-- Data extract follows --

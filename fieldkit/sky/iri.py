"""Monthly-median F2 layer for one site and UTC day from the International Reference Ionosphere.

A thin wrapper round PyIRI (which ships the CCIR/URSI coefficient maps, so nothing is fetched at run
time). PyIRI re-reads and re-parses the coefficient files of two months on every call (about 0.3 s);
this module keeps the parsed maps in memory, so after the first call in a process a whole day costs
a few tens of milliseconds.

References
----------
.. [1] V. Forsythe et al., "PyIRI: Whole-Globe Approach to the International Reference Ionosphere
   Modeling Implemented in Python", Space Weather 22, 2024, doi:10.1029/2023SW003739.
.. [2] D. Bilitza et al., "The International Reference Ionosphere model: A review and description of
   an ionospheric benchmark", Reviews of Geophysics 60, 2022, doi:10.1029/2022RG000792.
.. [3] ITU-R P.533-14, §5.1 (mirror reflection height from M(3000)F2).
"""

from __future__ import annotations

import datetime as dt
import functools
import threading
from dataclasses import dataclass

import numpy as np

from fieldkit.sky.path_geometry import reflection_height_km

CCIR = 0  # PyIRI switch: CCIR (0) or URSI (1) foF2 maps; CCIR is the IRI default over land
GYRO_HZ_PER_TESLA = 2.7992e10  # e / (2 pi m_e); CODATA 2018
ABSORPTION_FIELD_HEIGHT_KM = 100.0  # gyrofrequency taken near 100 km; ITU-R P.533 §5.3

_lock = threading.Lock()
_pyiri = None


def _library():
    """Import PyIRI once and keep its parsed coefficient maps in memory."""
    global _pyiri
    with _lock:
        if _pyiri is None:
            import PyIRI
            import PyIRI.igrf_library as igrf
            import PyIRI.main_library as ml

            reader = ml.read_ccir_ursi_coeff
            if not hasattr(reader, "cache_info"):

                @functools.lru_cache(maxsize=24)
                def cached_reader(mth, coeff_dir, output_deciles=False, output_quartiles=None):
                    arrays = reader(mth, coeff_dir, output_deciles, output_quartiles)
                    for a in arrays:
                        a.setflags(write=False)  # shared between calls: must never be modified
                    return arrays

                cached_reader.__wrapped_reader__ = reader
                ml.read_ccir_ursi_coeff = cached_reader
            _pyiri = (PyIRI, ml, igrf)
        return _pyiri


@dataclass(frozen=True)
class SkyEstimate:
    """Hourly monthly-median F2 parameters at one site (arrays of length ``len(hours_utc)``).

    Attributes
    ----------
    hours_utc : ndarray
        Hours after 00:00 UTC [h].
    fof2_mhz : ndarray
        F2 critical frequency [MHz].
    hmf2_km : ndarray
        Height of the F2 peak [km].
    m3000 : ndarray
        Propagation factor M(3000)F2 (dimensionless).
    reflection_height_km : ndarray
        Mirror reflection height ``1490/M(3000)F2 - 176`` [km] (ITU-R P.533 §5.1).
    foe_mhz : ndarray
        E-layer critical frequency [MHz].
    gyro_frequency_mhz : float
        Electron gyrofrequency at 100 km above the site from IGRF [MHz].
    """

    hours_utc: np.ndarray
    fof2_mhz: np.ndarray
    hmf2_km: np.ndarray
    m3000: np.ndarray
    reflection_height_km: np.ndarray
    foe_mhz: np.ndarray
    gyro_frequency_mhz: float


def _decimal_year(day: dt.date) -> float:
    start = dt.date(day.year, 1, 1)
    length = (dt.date(day.year + 1, 1, 1) - start).days
    return day.year + (day - start).days / length


@functools.lru_cache(maxsize=64)
def _gyro_frequency_mhz(lat_deg: float, lon_deg: float, decimal_year: float) -> float:
    pyiri, _, igrf = _library()
    out = igrf.inclination(
        pyiri.coeff_dir,
        decimal_year,
        np.array([lon_deg]),
        np.array([lat_deg]),
        ABSORPTION_FIELD_HEIGHT_KM,
        only_inc=False,
    )
    total_nt = float(np.asarray(out[6]).ravel()[0])
    return GYRO_HZ_PER_TESLA * total_nt * 1e-9 / 1e6


@functools.lru_cache(maxsize=64)
def _estimate(
    day: dt.date, lat_deg: float, lon_deg: float, f107: float, hours: tuple
) -> SkyEstimate:
    pyiri, ml, _ = _library()
    hours_utc = np.array(hours, dtype=float)
    f2, _, e, _, _, _, _ = ml.IRI_density_1day(
        day.year,
        day.month,
        day.day,
        hours_utc,
        np.array([lon_deg]),
        np.array([lat_deg]),
        np.array([300.0]),
        f107,
        pyiri.coeff_dir,
        CCIR,
    )
    m3000 = np.asarray(f2["M3000"], dtype=float)[:, 0]
    result = SkyEstimate(
        hours_utc=hours_utc,
        fof2_mhz=np.asarray(f2["fo"], dtype=float)[:, 0],
        hmf2_km=np.asarray(f2["hm"], dtype=float)[:, 0],
        m3000=m3000,
        reflection_height_km=reflection_height_km(m3000=m3000),
        foe_mhz=np.asarray(e["fo"], dtype=float)[:, 0],
        gyro_frequency_mhz=_gyro_frequency_mhz(lat_deg, lon_deg, _decimal_year(day)),
    )
    for a in (result.hours_utc, result.fof2_mhz, result.hmf2_km, result.m3000):
        a.setflags(write=False)
    result.reflection_height_km.setflags(write=False)
    result.foe_mhz.setflags(write=False)
    return result


def sky_estimate(
    *, day: dt.date, lat_deg: float, lon_deg: float, f107: float, hours_utc=tuple(range(24))
) -> SkyEstimate:
    """Monthly-median foF2, hmF2 and M(3000)F2 per hour from IRI (PyIRI, CCIR maps).

    Parameters
    ----------
    day : datetime.date
        UTC day; PyIRI interpolates between the medians of the two nearest months.
    lat_deg, lon_deg : float
        Geographic latitude and longitude (east positive) [deg].
    f107 : float
        Solar radio flux F10.7 [sfu] (PyIRI converts it to IG12 for foF2).
    hours_utc : sequence of float
        Hours after 00:00 UTC [h].

    Returns
    -------
    SkyEstimate
        Read-only arrays (the result is cached and shared).

    Notes
    -----
    These are monthly medians: on a given day foF2 commonly lies within about +/-20 % of them.

    References
    ----------
    Forsythe et al. (2024) [1]_; Bilitza et al. (2022) [2]_; ITU-R P.533-14 §5.1 [3]_.
    """
    return _estimate(
        day, float(lat_deg), float(lon_deg), float(f107), tuple(float(h) for h in hours_utc)
    )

-- Data extract concluded --

Exercise:
Copy out the records once more. Match them exactly.

Solution:
filename fieldkit/sky/iri.py
"""Monthly-median F2 layer for one site and UTC day from the International Reference Ionosphere.

A thin wrapper round PyIRI (which ships the CCIR/URSI coefficient maps, so nothing is fetched at run
time). PyIRI re-reads and re-parses the coefficient files of two months on every call (about 0.3 s);
this module keeps the parsed maps in memory, so after the first call in a process a whole day costs
a few tens of milliseconds.

References
----------
.. [1] V. Forsythe et al., "PyIRI: Whole-Globe Approach to the International Reference Ionosphere
   Modeling Implemented in Python", Space Weather 22, 2024, doi:10.1029/2023SW003739.
.. [2] D. Bilitza et al., "The International Reference Ionosphere model: A review and description of
   an ionospheric benchmark", Reviews of Geophysics 60, 2022, doi:10.1029/2022RG000792.
.. [3] ITU-R P.533-14, §5.1 (mirror reflection height from M(3000)F2).
"""

from __future__ import annotations

import datetime as dt
import functools
import threading
from dataclasses import dataclass

import numpy as np

from fieldkit.sky.path_geometry import reflection_height_km

CCIR = 0  # PyIRI switch: CCIR (0) or URSI (1) foF2 maps; CCIR is the IRI default over land
GYRO_HZ_PER_TESLA = 2.7992e10  # e / (2 pi m_e); CODATA 2018
ABSORPTION_FIELD_HEIGHT_KM = 100.0  # gyrofrequency taken near 100 km; ITU-R P.533 §5.3

_lock = threading.Lock()
_pyiri = None


def _library():
    """Import PyIRI once and keep its parsed coefficient maps in memory."""
    global _pyiri
    with _lock:
        if _pyiri is None:
            import PyIRI
            import PyIRI.igrf_library as igrf
            import PyIRI.main_library as ml

            reader = ml.read_ccir_ursi_coeff
            if not hasattr(reader, "cache_info"):

                @functools.lru_cache(maxsize=24)
                def cached_reader(mth, coeff_dir, output_deciles=False, output_quartiles=None):
                    arrays = reader(mth, coeff_dir, output_deciles, output_quartiles)
                    for a in arrays:
                        a.setflags(write=False)  # shared between calls: must never be modified
                    return arrays

                cached_reader.__wrapped_reader__ = reader
                ml.read_ccir_ursi_coeff = cached_reader
            _pyiri = (PyIRI, ml, igrf)
        return _pyiri


@dataclass(frozen=True)
class SkyEstimate:
    """Hourly monthly-median F2 parameters at one site (arrays of length ``len(hours_utc)``).

    Attributes
    ----------
    hours_utc : ndarray
        Hours after 00:00 UTC [h].
    fof2_mhz : ndarray
        F2 critical frequency [MHz].
    hmf2_km : ndarray
        Height of the F2 peak [km].
    m3000 : ndarray
        Propagation factor M(3000)F2 (dimensionless).
    reflection_height_km : ndarray
        Mirror reflection height ``1490/M(3000)F2 - 176`` [km] (ITU-R P.533 §5.1).
    foe_mhz : ndarray
        E-layer critical frequency [MHz].
    gyro_frequency_mhz : float
        Electron gyrofrequency at 100 km above the site from IGRF [MHz].
    """

    hours_utc: np.ndarray
    fof2_mhz: np.ndarray
    hmf2_km: np.ndarray
    m3000: np.ndarray
    reflection_height_km: np.ndarray
    foe_mhz: np.ndarray
    gyro_frequency_mhz: float


def _decimal_year(day: dt.date) -> float:
    start = dt.date(day.year, 1, 1)
    length = (dt.date(day.year + 1, 1, 1) - start).days
    return day.year + (day - start).days / length


@functools.lru_cache(maxsize=64)
def _gyro_frequency_mhz(lat_deg: float, lon_deg: float, decimal_year: float) -> float:
    pyiri, _, igrf = _library()
    out = igrf.inclination(
        pyiri.coeff_dir,
        decimal_year,
        np.array([lon_deg]),
        np.array([lat_deg]),
        ABSORPTION_FIELD_HEIGHT_KM,
        only_inc=False,
    )
    total_nt = float(np.asarray(out[6]).ravel()[0])
    return GYRO_HZ_PER_TESLA * total_nt * 1e-9 / 1e6


@functools.lru_cache(maxsize=64)
def _estimate(
    day: dt.date, lat_deg: float, lon_deg: float, f107: float, hours: tuple
) -> SkyEstimate:
    pyiri, ml, _ = _library()
    hours_utc = np.array(hours, dtype=float)
    f2, _, e, _, _, _, _ = ml.IRI_density_1day(
        day.year,
        day.month,
        day.day,
        hours_utc,
        np.array([lon_deg]),
        np.array([lat_deg]),
        np.array([300.0]),
        f107,
        pyiri.coeff_dir,
        CCIR,
    )
    m3000 = np.asarray(f2["M3000"], dtype=float)[:, 0]
    result = SkyEstimate(
        hours_utc=hours_utc,
        fof2_mhz=np.asarray(f2["fo"], dtype=float)[:, 0],
        hmf2_km=np.asarray(f2["hm"], dtype=float)[:, 0],
        m3000=m3000,
        reflection_height_km=reflection_height_km(m3000=m3000),
        foe_mhz=np.asarray(e["fo"], dtype=float)[:, 0],
        gyro_frequency_mhz=_gyro_frequency_mhz(lat_deg, lon_deg, _decimal_year(day)),
    )
    for a in (result.hours_utc, result.fof2_mhz, result.hmf2_km, result.m3000):
        a.setflags(write=False)
    result.reflection_height_km.setflags(write=False)
    result.foe_mhz.setflags(write=False)
    return result


def sky_estimate(
    *, day: dt.date, lat_deg: float, lon_deg: float, f107: float, hours_utc=tuple(range(24))
) -> SkyEstimate:
    """Monthly-median foF2, hmF2 and M(3000)F2 per hour from IRI (PyIRI, CCIR maps).

    Parameters
    ----------
    day : datetime.date
        UTC day; PyIRI interpolates between the medians of the two nearest months.
    lat_deg, lon_deg : float
        Geographic latitude and longitude (east positive) [deg].
    f107 : float
        Solar radio flux F10.7 [sfu] (PyIRI converts it to IG12 for foF2).
    hours_utc : sequence of float
        Hours after 00:00 UTC [h].

    Returns
    -------
    SkyEstimate
        Read-only arrays (the result is cached and shared).

    Notes
    -----
    These are monthly medians: on a given day foF2 commonly lies within about +/-20 % of them.

    References
    ----------
    Forsythe et al. (2024) [1]_; Bilitza et al. (2022) [2]_; ITU-R P.533-14 §5.1 [3]_.
    """
    return _estimate(
        day, float(lat_deg), float(lon_deg), float(f107), tuple(float(h) for h in hours_utc)
    )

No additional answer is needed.